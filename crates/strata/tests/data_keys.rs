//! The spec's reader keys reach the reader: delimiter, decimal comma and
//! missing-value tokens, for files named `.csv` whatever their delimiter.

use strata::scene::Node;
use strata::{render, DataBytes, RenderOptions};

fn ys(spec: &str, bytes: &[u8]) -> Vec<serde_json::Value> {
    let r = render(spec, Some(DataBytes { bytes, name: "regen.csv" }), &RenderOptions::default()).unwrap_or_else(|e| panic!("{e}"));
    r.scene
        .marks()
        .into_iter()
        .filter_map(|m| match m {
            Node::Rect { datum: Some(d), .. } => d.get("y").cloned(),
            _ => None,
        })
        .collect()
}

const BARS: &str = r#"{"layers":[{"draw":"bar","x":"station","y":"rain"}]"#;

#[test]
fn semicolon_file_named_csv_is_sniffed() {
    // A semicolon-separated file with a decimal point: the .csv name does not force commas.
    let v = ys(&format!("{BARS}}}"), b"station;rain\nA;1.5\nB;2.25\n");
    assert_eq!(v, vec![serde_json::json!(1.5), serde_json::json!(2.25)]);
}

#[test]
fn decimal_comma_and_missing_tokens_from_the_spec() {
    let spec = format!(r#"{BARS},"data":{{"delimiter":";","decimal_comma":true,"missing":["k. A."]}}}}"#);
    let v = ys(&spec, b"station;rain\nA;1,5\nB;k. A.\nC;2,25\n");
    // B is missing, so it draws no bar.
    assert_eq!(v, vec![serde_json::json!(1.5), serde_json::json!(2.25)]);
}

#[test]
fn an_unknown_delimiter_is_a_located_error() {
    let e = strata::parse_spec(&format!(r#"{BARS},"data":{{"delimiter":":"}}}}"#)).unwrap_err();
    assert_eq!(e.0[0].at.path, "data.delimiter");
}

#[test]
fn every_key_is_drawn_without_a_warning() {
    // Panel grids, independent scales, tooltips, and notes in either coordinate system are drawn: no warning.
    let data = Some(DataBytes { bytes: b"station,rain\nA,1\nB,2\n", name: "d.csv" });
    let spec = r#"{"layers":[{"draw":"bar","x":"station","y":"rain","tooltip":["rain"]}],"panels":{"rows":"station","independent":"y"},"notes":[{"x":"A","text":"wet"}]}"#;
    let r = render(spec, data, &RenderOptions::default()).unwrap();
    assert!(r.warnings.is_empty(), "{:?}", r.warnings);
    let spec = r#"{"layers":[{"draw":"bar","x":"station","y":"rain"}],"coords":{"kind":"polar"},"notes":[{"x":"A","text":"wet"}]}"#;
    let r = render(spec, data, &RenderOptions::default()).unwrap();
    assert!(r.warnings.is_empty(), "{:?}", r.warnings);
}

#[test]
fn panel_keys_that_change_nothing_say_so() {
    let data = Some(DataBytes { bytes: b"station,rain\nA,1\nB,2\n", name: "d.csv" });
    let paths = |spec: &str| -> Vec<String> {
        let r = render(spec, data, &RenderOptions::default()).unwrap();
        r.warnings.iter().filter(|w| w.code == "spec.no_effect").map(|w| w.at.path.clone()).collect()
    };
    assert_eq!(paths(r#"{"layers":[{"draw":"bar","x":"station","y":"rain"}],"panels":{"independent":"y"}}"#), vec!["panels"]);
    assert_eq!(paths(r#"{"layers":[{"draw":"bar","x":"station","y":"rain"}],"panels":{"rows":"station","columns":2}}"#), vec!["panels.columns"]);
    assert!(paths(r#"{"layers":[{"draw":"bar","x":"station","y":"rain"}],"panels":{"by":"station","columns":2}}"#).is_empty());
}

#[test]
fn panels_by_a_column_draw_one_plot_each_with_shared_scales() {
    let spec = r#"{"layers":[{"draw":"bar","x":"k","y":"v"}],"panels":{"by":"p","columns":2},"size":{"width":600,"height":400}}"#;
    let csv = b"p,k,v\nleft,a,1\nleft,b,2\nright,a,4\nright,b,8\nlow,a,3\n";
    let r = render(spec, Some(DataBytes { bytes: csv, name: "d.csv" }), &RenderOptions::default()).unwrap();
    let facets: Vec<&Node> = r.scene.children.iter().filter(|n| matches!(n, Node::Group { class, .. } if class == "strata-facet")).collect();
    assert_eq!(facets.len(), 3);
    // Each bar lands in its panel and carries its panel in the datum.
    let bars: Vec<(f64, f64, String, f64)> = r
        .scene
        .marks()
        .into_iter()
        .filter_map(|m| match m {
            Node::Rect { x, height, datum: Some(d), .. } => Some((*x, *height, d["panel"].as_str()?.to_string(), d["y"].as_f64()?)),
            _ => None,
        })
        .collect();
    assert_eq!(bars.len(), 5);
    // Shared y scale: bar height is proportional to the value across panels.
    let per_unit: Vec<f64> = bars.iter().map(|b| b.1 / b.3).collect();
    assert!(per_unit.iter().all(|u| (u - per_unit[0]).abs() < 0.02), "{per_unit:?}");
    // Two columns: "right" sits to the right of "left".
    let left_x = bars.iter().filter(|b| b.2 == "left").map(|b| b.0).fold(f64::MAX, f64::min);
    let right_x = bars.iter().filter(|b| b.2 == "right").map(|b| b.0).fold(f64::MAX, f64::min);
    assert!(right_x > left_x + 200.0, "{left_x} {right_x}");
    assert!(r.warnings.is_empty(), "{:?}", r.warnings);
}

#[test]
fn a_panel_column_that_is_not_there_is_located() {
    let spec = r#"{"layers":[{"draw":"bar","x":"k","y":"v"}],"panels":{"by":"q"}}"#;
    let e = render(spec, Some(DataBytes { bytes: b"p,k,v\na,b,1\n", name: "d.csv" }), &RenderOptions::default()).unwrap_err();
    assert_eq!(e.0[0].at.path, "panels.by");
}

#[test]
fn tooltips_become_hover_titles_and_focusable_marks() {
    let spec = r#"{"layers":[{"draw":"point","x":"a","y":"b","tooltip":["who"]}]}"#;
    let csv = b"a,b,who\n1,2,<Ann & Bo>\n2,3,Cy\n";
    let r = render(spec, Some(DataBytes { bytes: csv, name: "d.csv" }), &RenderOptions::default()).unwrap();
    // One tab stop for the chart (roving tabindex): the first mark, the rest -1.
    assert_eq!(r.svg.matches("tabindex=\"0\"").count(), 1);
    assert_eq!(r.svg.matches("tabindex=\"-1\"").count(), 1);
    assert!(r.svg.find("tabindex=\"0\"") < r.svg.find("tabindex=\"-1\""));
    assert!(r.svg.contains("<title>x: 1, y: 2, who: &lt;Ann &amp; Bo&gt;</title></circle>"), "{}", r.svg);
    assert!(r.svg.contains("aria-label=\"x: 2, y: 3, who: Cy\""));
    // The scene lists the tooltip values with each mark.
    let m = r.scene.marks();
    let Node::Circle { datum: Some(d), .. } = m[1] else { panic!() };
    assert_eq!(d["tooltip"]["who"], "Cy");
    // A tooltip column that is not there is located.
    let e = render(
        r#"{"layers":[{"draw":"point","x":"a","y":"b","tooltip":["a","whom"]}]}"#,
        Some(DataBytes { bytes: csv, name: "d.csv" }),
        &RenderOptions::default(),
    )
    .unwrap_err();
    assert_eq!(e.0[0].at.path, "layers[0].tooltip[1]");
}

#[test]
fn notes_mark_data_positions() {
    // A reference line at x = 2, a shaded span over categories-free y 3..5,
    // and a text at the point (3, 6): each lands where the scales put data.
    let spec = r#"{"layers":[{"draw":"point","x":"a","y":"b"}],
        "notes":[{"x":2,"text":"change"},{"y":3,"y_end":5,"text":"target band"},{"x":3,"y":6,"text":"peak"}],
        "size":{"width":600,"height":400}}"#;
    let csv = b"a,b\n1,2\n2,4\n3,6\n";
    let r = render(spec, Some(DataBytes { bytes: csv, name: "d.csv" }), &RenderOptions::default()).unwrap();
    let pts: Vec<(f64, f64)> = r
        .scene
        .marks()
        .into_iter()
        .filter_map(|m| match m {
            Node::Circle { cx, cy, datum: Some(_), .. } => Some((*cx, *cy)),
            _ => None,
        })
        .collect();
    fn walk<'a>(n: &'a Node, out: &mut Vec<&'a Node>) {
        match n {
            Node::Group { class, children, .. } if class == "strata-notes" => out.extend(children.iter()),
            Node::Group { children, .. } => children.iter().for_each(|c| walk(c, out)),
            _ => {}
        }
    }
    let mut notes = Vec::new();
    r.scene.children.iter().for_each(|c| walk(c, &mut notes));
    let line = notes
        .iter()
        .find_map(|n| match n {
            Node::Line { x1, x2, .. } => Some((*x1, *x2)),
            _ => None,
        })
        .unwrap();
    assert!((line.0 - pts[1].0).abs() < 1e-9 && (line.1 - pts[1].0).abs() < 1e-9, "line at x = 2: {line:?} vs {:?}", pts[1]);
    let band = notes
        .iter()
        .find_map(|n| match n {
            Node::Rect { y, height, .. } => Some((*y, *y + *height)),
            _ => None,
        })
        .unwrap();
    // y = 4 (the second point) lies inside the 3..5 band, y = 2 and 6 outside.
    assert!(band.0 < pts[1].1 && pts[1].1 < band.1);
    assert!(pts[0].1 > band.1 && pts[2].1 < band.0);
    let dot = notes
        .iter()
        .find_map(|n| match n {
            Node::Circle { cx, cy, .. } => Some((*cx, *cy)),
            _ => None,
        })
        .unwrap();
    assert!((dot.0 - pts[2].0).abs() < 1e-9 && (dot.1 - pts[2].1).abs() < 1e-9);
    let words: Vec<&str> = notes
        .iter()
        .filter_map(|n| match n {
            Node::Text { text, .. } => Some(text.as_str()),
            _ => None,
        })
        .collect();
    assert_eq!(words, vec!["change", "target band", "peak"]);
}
^^^^^^^^
▶ **Exercise description**:
In the data above, find each line where the string "height" appears, then copy it.

▶ **Solution to this problem**:
    let spec = r#"{"layers":[{"draw":"bar","x":"k","y":"v"}],"panels":{"by":"p","columns":2},"size":{"width":600,"height":400}}"#;
            Node::Rect { x, height, datum: Some(d), .. } => Some((*x, *height, d["panel"].as_str()?.to_string(), d["y"].as_f64()?)),
    // Shared y scale: bar height is proportional to the value across panels.
        "size":{"width":600,"height":400}}"#;
            Node::Rect { y, height, .. } => Some((*y, *y + *height)),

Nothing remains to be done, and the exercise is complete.